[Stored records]
=== Section Start ===
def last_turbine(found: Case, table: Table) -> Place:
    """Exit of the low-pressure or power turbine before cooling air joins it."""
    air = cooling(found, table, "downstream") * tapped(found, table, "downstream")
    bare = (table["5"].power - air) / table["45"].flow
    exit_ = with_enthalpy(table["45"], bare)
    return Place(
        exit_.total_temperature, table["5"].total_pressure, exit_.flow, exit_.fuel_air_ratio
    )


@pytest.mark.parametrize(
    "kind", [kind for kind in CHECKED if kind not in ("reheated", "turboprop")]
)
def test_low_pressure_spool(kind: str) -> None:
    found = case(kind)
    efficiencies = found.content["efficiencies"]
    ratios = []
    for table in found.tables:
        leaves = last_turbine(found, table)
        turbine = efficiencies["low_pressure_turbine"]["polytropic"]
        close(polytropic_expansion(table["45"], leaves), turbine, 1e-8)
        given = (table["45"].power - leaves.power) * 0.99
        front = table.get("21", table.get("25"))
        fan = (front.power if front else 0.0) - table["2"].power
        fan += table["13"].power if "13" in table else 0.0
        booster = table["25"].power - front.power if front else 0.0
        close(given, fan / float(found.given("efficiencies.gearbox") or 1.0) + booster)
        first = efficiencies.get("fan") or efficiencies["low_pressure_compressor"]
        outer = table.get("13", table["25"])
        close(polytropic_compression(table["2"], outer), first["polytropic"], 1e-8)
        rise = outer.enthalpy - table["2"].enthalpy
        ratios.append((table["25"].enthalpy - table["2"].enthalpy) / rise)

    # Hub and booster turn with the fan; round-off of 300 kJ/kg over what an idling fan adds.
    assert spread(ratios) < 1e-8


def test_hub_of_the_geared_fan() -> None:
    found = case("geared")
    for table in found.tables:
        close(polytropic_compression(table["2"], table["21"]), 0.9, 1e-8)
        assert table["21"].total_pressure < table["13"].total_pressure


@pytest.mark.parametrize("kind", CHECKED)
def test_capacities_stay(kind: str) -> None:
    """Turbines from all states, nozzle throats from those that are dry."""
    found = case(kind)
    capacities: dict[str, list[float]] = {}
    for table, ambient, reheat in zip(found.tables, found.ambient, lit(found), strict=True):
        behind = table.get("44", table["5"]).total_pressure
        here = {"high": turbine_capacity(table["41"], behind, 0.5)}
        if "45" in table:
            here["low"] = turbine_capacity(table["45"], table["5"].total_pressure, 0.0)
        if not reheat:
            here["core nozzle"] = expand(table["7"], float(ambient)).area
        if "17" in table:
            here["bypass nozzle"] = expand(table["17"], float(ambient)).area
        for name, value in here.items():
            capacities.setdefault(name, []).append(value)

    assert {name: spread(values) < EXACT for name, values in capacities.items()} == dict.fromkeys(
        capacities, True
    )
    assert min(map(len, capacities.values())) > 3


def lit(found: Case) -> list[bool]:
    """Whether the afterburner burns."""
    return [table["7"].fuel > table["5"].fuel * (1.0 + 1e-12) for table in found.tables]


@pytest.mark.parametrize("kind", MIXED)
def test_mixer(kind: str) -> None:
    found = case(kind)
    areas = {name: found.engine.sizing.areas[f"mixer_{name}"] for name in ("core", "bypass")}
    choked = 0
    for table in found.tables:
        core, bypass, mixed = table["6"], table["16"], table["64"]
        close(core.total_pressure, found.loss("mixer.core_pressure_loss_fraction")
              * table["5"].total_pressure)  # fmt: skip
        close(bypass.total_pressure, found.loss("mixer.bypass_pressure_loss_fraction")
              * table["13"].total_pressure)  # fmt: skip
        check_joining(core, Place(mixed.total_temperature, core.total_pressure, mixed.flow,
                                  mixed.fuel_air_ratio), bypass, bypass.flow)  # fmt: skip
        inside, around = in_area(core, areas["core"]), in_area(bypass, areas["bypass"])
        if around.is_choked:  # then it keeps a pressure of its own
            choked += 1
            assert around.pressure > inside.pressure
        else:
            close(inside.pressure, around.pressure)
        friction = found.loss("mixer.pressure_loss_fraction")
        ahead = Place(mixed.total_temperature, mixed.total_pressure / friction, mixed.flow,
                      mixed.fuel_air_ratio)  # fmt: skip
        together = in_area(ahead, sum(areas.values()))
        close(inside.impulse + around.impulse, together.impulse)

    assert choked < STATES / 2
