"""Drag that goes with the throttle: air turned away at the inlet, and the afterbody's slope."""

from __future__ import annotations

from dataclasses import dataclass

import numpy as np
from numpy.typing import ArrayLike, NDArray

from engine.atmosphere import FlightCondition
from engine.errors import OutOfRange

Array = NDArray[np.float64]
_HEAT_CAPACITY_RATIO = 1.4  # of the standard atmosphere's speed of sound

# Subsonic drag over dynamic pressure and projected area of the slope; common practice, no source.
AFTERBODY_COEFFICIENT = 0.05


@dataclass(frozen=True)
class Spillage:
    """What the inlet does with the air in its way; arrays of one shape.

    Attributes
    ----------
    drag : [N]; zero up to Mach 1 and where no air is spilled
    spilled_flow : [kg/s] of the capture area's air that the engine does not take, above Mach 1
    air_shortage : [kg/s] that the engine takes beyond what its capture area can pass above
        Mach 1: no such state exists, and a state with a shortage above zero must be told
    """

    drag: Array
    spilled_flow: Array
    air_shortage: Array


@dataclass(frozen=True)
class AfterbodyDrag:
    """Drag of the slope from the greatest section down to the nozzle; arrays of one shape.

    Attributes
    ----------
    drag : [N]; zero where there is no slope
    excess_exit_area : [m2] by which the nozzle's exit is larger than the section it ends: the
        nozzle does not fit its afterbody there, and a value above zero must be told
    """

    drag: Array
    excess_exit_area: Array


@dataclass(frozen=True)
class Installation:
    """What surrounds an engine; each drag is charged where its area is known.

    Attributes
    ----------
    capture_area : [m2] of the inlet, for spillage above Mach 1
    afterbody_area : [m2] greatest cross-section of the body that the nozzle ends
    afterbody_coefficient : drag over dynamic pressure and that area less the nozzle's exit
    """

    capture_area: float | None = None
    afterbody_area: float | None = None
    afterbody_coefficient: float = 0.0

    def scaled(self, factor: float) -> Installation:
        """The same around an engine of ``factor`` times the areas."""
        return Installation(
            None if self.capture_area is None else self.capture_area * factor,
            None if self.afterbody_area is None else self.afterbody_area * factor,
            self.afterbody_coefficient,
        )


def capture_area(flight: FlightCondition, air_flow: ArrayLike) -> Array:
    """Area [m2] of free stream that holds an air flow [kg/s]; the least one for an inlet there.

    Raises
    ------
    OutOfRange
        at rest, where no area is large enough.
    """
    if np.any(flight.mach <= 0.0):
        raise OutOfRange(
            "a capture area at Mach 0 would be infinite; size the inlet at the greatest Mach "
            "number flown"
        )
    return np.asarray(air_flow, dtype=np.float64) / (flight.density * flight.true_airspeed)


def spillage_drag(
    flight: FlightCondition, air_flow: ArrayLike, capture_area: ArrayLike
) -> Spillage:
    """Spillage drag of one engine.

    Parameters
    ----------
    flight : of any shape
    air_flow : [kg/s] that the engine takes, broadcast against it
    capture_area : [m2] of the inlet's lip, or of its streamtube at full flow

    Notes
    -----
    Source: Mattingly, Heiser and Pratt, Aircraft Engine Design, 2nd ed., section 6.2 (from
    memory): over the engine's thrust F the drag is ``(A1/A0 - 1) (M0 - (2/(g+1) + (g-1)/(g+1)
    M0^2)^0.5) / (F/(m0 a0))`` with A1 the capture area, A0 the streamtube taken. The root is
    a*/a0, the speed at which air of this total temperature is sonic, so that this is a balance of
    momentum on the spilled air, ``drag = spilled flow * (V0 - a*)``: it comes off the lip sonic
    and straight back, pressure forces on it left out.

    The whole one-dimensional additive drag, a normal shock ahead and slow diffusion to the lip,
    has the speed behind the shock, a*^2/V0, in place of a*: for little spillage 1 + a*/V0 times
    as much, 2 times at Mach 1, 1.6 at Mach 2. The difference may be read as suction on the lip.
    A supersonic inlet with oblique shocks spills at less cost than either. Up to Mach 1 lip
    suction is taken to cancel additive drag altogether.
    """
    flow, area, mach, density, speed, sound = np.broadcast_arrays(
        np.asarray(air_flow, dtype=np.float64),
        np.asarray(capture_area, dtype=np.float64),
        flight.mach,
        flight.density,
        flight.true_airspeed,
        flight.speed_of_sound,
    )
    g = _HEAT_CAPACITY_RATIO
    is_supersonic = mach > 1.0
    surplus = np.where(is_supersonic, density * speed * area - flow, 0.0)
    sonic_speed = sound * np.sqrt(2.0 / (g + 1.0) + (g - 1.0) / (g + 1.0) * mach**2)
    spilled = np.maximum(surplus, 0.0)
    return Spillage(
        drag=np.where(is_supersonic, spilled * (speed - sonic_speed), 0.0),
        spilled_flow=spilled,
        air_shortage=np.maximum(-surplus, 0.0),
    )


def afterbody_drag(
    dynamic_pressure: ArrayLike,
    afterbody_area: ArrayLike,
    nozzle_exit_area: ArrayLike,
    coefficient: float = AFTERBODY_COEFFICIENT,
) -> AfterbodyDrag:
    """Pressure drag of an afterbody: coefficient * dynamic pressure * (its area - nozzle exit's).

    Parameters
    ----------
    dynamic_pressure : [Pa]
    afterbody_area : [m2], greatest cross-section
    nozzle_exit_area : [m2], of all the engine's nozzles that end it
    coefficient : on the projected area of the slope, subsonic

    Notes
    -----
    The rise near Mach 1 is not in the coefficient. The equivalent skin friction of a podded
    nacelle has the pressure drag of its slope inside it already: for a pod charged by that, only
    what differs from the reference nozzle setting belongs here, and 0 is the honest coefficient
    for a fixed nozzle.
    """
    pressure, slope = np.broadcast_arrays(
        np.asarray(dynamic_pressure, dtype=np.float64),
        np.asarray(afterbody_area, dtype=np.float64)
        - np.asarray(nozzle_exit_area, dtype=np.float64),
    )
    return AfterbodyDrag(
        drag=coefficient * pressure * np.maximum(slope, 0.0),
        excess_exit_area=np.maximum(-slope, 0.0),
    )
=== Section End ===
=== Section Start ===
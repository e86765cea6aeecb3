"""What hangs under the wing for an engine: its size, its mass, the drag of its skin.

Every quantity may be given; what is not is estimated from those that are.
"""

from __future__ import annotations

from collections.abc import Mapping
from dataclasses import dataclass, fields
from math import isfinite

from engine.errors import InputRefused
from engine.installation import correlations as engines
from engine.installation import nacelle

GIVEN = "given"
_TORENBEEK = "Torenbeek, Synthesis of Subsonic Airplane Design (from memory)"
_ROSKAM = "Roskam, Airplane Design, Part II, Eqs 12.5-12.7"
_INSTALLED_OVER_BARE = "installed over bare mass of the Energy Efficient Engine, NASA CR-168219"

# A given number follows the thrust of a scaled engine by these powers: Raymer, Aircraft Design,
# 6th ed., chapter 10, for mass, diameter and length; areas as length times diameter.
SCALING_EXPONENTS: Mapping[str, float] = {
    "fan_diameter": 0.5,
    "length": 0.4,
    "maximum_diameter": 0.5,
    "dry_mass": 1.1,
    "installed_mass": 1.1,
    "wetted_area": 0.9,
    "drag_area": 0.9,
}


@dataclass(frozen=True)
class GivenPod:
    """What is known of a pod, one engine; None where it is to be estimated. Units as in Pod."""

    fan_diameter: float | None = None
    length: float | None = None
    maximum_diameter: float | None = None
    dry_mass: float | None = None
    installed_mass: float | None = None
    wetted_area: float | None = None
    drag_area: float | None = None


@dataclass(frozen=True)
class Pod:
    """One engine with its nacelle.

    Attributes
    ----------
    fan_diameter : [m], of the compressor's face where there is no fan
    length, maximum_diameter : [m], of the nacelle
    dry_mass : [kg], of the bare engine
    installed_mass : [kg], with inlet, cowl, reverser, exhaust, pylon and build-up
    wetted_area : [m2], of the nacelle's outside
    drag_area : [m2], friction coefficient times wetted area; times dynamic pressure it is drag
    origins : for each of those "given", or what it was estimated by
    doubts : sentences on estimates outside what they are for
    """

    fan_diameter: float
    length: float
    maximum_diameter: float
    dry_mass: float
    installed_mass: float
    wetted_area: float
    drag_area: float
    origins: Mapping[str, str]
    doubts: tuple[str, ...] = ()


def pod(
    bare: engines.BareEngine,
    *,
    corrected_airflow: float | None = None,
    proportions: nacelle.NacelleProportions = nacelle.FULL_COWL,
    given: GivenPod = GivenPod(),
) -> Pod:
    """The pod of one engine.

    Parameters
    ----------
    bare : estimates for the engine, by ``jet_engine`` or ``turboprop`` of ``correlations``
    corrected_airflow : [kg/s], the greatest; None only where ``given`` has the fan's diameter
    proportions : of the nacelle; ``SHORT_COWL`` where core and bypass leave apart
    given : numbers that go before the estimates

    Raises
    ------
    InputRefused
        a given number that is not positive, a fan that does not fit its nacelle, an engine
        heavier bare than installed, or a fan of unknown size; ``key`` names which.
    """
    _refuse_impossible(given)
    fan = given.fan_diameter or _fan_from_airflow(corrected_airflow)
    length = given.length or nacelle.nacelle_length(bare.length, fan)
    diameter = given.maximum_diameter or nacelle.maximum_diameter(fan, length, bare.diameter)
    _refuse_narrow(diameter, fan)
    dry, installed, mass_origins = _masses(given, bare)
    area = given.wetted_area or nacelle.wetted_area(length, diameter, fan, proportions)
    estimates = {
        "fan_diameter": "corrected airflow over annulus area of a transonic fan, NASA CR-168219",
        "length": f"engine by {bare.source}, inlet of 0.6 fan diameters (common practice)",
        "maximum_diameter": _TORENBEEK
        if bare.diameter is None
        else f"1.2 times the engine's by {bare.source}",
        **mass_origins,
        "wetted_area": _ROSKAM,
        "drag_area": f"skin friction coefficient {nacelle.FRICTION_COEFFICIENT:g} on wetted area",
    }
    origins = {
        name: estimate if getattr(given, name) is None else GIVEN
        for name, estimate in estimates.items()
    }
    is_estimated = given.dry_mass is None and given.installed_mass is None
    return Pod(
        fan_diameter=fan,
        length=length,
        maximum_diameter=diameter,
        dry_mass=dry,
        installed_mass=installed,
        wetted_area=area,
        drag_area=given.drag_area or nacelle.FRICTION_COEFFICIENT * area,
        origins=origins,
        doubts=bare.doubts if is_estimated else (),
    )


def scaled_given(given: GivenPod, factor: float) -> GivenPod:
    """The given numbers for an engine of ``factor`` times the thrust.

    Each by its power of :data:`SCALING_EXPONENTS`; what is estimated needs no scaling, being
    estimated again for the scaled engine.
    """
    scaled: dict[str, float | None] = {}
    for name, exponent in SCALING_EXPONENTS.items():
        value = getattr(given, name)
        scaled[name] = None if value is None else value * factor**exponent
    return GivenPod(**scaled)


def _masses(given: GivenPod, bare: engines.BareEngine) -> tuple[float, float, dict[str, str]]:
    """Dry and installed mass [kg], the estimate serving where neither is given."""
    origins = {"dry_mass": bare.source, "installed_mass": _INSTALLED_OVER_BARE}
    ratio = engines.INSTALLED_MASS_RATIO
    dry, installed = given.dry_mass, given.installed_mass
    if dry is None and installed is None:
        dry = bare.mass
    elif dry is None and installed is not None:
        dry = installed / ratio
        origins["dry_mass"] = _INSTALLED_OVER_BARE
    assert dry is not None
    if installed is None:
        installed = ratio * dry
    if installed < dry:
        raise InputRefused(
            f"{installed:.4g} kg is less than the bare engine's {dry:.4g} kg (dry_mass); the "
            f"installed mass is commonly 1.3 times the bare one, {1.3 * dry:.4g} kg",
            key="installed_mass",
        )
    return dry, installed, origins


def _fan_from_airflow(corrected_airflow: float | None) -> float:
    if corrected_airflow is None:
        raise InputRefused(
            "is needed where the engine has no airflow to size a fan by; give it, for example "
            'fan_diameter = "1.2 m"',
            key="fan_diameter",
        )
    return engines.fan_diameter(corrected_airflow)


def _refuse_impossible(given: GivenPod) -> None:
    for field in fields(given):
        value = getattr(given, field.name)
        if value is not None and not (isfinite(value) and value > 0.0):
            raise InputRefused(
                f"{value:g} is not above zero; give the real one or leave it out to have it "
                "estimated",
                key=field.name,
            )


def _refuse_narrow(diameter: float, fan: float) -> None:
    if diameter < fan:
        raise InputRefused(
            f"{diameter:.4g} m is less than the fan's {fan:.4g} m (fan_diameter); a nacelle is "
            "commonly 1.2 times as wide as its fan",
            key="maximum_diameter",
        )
=== Section End ===
=== Section Start ===
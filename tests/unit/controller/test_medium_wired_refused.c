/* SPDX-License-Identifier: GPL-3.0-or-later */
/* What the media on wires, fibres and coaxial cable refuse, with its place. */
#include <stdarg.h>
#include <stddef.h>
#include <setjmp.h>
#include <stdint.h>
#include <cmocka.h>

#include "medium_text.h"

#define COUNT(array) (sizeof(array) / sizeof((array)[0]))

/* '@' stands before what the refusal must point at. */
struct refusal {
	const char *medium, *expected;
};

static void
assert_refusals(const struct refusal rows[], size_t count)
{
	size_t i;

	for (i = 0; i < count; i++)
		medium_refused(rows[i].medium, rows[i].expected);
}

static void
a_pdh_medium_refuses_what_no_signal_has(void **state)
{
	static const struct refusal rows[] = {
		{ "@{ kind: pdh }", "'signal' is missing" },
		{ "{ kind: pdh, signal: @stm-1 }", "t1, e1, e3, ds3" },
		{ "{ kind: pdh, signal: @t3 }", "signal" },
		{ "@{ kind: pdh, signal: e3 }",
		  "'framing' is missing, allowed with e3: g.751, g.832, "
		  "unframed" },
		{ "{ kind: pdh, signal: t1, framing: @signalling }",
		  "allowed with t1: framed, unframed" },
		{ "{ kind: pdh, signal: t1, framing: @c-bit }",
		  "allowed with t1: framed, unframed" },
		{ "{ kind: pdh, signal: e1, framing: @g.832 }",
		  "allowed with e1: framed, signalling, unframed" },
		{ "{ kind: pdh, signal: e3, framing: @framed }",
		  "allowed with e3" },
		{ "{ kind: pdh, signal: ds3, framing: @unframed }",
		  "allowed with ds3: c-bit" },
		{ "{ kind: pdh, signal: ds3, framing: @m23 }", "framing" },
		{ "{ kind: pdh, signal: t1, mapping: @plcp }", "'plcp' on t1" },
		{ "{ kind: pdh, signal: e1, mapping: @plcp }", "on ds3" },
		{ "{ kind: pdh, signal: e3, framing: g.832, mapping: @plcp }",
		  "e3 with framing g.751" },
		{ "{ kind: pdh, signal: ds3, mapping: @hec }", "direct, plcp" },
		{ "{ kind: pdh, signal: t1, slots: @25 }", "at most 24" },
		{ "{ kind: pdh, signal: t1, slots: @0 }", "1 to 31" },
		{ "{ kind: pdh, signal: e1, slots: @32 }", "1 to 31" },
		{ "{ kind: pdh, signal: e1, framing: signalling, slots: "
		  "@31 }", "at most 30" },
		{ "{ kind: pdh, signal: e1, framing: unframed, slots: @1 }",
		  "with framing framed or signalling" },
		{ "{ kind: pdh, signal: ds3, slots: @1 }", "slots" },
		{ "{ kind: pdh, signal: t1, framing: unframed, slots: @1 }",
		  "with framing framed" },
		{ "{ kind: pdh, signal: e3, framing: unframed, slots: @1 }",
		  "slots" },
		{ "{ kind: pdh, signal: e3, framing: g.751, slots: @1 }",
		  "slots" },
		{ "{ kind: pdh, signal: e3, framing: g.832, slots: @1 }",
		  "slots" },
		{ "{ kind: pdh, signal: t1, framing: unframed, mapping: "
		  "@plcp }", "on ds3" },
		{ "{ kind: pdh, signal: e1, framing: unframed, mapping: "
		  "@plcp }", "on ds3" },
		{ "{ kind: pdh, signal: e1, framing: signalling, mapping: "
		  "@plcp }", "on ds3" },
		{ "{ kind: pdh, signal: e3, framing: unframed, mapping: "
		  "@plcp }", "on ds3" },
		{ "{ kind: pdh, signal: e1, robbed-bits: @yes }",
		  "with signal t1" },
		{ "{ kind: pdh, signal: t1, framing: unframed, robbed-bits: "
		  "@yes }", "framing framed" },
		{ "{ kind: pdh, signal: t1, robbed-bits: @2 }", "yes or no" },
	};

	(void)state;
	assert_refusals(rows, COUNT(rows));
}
=== Section End ===
▸ EXERCISE REQUIREMENTS
Each line of the data that includes the word "self" counts once; report the total and nothing more.

▸ SOLUTION TO THIS EXERCISE
4